The strategy makes sense once you map the alliances. Microsoft is OpenAI's largest investor. It also committed up to 5 billion dollars to Anthropic last year and wired Claude into its Copilot products. On paper, it has the best models in the world a phone call away.

The problem is that those phone calls increasingly reach competitors. Anthropic is backed by Google and Amazon, both direct Microsoft rivals in cloud. OpenAI has grown closer to Amazon, landing its models on Amazon Bedrock one day after its Microsoft exclusivity ended. Microsoft and OpenAI renegotiated their partnership earlier this year to loosen the exclusivity that once bound them, and the practical result is that the company built its AI business on models it does not control, sold by partners with their own agendas.

"This is all about long term self-sufficiency for Microsoft and our partners," Suleyman wrote in the post announcing the models. "It's about models you can trust." Microsoft wraps the effort in a philosophy it calls Humanist Superintelligence, advanced AI meant to "serve people and organizations, not replace them," with a pointed line that its models "must not refuse legitimate requests under the guise of safety and compliance." That is a swipe at competitors' reputation for over-refusal, and a pitch to enterprises that want a model they can steer.

The Other Side

Every number above comes from Microsoft. The benchmark figures are pulled from the company's own model card, the human-preference test was run with a Microsoft partner, and MAI-Thinking-1 has not yet appeared on the independent public leaderboards where rivals are scored head to head. Until it does, "matches Claude Opus 4.6" is a vendor claim, not a verified ranking.

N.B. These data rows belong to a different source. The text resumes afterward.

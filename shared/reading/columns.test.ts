import { describe, expect, it } from 'vitest';
import { mendBullets } from './bullets.ts';
import { inReadingOrder } from './columns.ts';
import { linesOf, lineText } from './lines.ts';
import { readWords } from './words.fixture.ts';

const linesIn = (words: Parameters<typeof linesOf>[0]): string[] => linesOf(words).map(lineText);

const across = [
  'A line of text that runs from the one margin to the other of the page.',
  'the left column begins here and       then the right column follows on',
  'goes on for some lines of print       with as many lines of its own as',
  'until it comes to its own end at      the left one, and it ends in the',
  'the foot of the left column, and      words that close the whole page.',
  'And a last line that runs across both of them and stands below it all.',
];

describe('the reading order of a page', () => {
  it('takes the whole left column before the right one where the engine read straight across', () => {
    expect(linesIn(inReadingOrder(readWords(across), []))).toEqual([
      'A line of text that runs from the one margin to the other of the page.',
      'the left column begins here and',
      'goes on for some lines of print',
      'until it comes to its own end at',
      'the foot of the left column, and',
      'then the right column follows on',
      'with as many lines of its own as',
      'the left one, and it ends in the',
      'words that close the whole page.',
      'And a last line that runs across both of them and stands below it all.',
    ]);
  });

  it('is not upset by a speck between the columns that reads as a sign', () => {
    const specked = across.map((line, at) => (at === 3 ? line.replace('at      the', 'at  ~~  the') : line));
    expect(linesIn(inReadingOrder(readWords(specked), []))[5]).toMatch(/then the right column/);
  });

  it('leaves plain lines and tables as they were read', () => {
    const plain = across.filter((_, at) => at === 0 || at === 5);
    const table = [
      'C1   100 mmf   500 v   1',
      'C2   220 mmf   500 v   2',
      'C3   470 mmf   300 v   1',
      'C4   1 mfd   50 v   1',
    ];
    expect(linesIn(inReadingOrder(readWords([...plain, ...table]), []))).toEqual(
      linesIn(readWords([...plain, ...table])),
    );
  });
});

describe('bullets', () => {
  it('are put back where signs stand one below the other in front of lines', () => {
    const mended = mendBullets(readWords(['® One thing', '* and another', '¢ and a third', 'a plain line']));
    expect(linesIn(mended)).toEqual(['• One thing', '• and another', '• and a third', 'a plain line']);
    expect(mended[0]).toMatchObject({ raw: '®', sure: true });
  });

  it('stay what they are where there are only two', () => {
    expect(linesIn(mendBullets(readWords(['* One thing', '* and another', 'plain'])))[0]).toBe('* One thing');
  });
});
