import { describe, expect, it } from 'vitest';
import { withoutSpecks } from './specks.ts';
import { readWords } from './words.fixture.ts';

const textsOf = (words: readonly { text: string }[]): string[] => words.map(({ text }) => text);

describe('what the edge of the sheet was read as', () => {
  const list = readWords([
    '     C12  Capacitor, mica     1',
    '     C13  Capacitor, paper    2',
    '     R14  Resistor, carbon    1',
  ]);
  /** One letter a line, left of all print. */
  const beside = (texts: string[], confidence: number) =>
    texts.map((text, at) => ({
      ...list[0]!,
      text,
      raw: text,
      confidence,
      box: [20, 400 + at * 50, 12, 30] as [number, number, number, number],
      line: at,
    }));

  it('is left out where the engine trusts none of it', () => {
    expect(textsOf(withoutSpecks([...beside(['i', 'E', 'l'], 8), ...list]))).toEqual(textsOf(list));
  });

  it('is no column of markers, which are trusted', () => {
    const marked = [...beside(['1', '2', '3'], 92), ...list];
    expect(textsOf(withoutSpecks(marked))).toEqual(textsOf(marked));
  });
});
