import { describe, expect, it } from 'vitest';
import { unitDefinitions } from '#shared/units/definitions.ts';
import { mendUnit } from './bent-units.ts';
import { mendDesignator } from './designators.ts';
import { repairWords } from './repair.ts';
import { readWords } from './words.fixture.ts';

const repaired = (line: string): string =>
  repairWords(readWords([line]))
    .map(({ text }) => text)
    .join(' ');

describe('a unit behind a number', () => {
  it.each([
    ['455 ke', '455 kc'],
    ['(7.2 me)', '(7.2 mc)'],
    ['33 ph,', '33 µh,'],
    ['12 pv', '12 µv'],
    ['2.5 psec', '2.5 µsec'],
    ['470 ppf', '470 µµf'],
    ['100 puf,', '100 µµf,'],
    ['.01 pf', '.01 µf'],
    ['470 Q,', '470 Ω,'],
    ['600 v dew', '600 v dcw'],
    ['600 vdew', '600 v dcw'],
    ['CRYSTAL (me)', 'CRYSTAL (mc)'],
    ['25 Vv', '25 v'],
  ])('read as "%s" was printed "%s"', (read, printed) => {
    expect(repaired(read)).toBe(printed);
  });

  it.each(['give me the meter', 'step 4 see figure 2', 'a 6AQ5 and a 2N404', '22 pf', '2 uf', 'Q 5'])(
    'is not put where none was: "%s" stays',
    (line) => {
      expect(repaired(line)).toBe(line);
    },
  );

  it('read as pf or uf was µf on a page that prints µ elsewhere, as a guess', () => {
    const words = repairWords(readWords(['22 pf and 2 uf across 33 ph']));
    expect(words.map(({ text }) => text).join(' ')).toBe('22 µf and 2 µf across 33 µh');
    expect(words.map(({ sure }) => sure)).toEqual([
      undefined,
      false,
      undefined,
      undefined,
      false,
      undefined,
      undefined,
      true,
    ]);
  });

  it.each(unitDefinitions.filter(({ symbol }) => symbol !== ''))(
    'as the table has it is left alone: $symbol',
    (unit) => {
      for (const spelling of [unit.symbol, ...(unit.exact ?? []), ...(unit.anyCase ?? [])])
        expect(mendUnit(spelling)).toBeNull();
    },
  );
});

describe('the sign ±', () => {
  it.each([
    ['*20% 400 v', '±20% 400 v'],
    ['good to +.002 percent', 'good to ±.002 percent'],
    ['shift +9 kc', 'shift ±9 kc'],
    ['the key is +5 volts', 'the key is +5 volts'],
    ['+80% -20%', '+80% -20%'],
    ['47 mmf 5%', '47 mmf 5%'],
  ])('"%s" becomes "%s"', (read, printed) => {
    expect(repaired(read)).toBe(printed);
  });

  it('is put back where it was lost or read as a 2, if the page prints it elsewhere', () => {
    expect(repaired('1 w +5% 2 w +10% 1 w *5% 47 mmf 5%, 33 mmf 210%, rise of 25%')).toBe(
      '1 w ±5% 2 w ±10% 1 w ±5% 47 mmf ±5%, 33 mmf ±10%, rise of 25%',
    );
  });
});

describe('other slips', () => {
  it.each([
    ['set to 7:5 mc', 'set to 7.5 mc'],
    ['a ratio of 3:1', 'a ratio of 3:1'],
    ['of ,005 mfd', 'of .005 mfd'],
    ['SECTION Ill', 'SECTION III'],
    ['2 v 3 v 4 v 5 v 6 v 8.2K and V1A', '2 v 3 v 4 v 5 v 6 v 8.2 K and V1A'],
    ['a 5v supply', 'a 5v supply'],
    ['grid of Vv1141.', 'grid of V1141.'],
    ["'TRANSFORMER, power", 'TRANSFORMER, power'],
    ['set "LOCAL" on', 'set "LOCAL" on'],
  ])('"%s" becomes "%s"', (read, printed) => {
    expect(repaired(read)).toBe(printed);
  });

  it('in a designator are mended in running text only where a capital was read small', () => {
    expect(mendDesignator('c526.')).toEqual({ text: 'C526.', sure: false });
    expect([mendDesignator('v6'), mendDesignator('no12'), mendDesignator('C526')]).toEqual([null, null, null]);
  });

  it('keep what was recognised beside what it was made into', () => {
    expect(repairWords(readWords(['455 ke']))[1]).toMatchObject({ text: 'kc', raw: 'ke', sure: true });
  });
});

There is also a timing wrinkle worth naming. Opus 4.6 is the bar Microsoft chose, and Opus 4.6 is no longer Anthropic's best model. Anthropic shipped Opus 4.8 on May 29, days before Build, and OpenAI and Google both sit at GPT-5.5 and Gemini 3.1 territory. MAI-Thinking-1 is a credible mid-weight reasoning model that draws even with a system from a generation ago, which is a real achievement for a first attempt and still a step behind the current frontier. The "no distillation, clean data" claims, meanwhile, are difficult for anyone outside Microsoft to verify.

And one model, however principled, does not undo a 13-billion-dollar entanglement overnight. Microsoft will keep paying for OpenAI and Anthropic models because its customers want them. Self-sufficiency is a direction, not a destination Microsoft has reached.

The Bottom Line

The substance of Tuesday's announcement is narrower than the strategy behind it. MAI-Thinking-1 is a solid medium-size reasoning model that, by its maker's own numbers, trades blows with a frontier model from last quarter. That alone would be a footnote in a year crowded with model releases.

What makes it matter is the choice it represents. Microsoft had every shortcut available and took the long road on purpose, building a model it fully owns rather than one it borrowed. The bet is that in an industry where today's partner is tomorrow's competitor, the most valuable model is not the smartest one. It is the one you do not have to ask permission to use.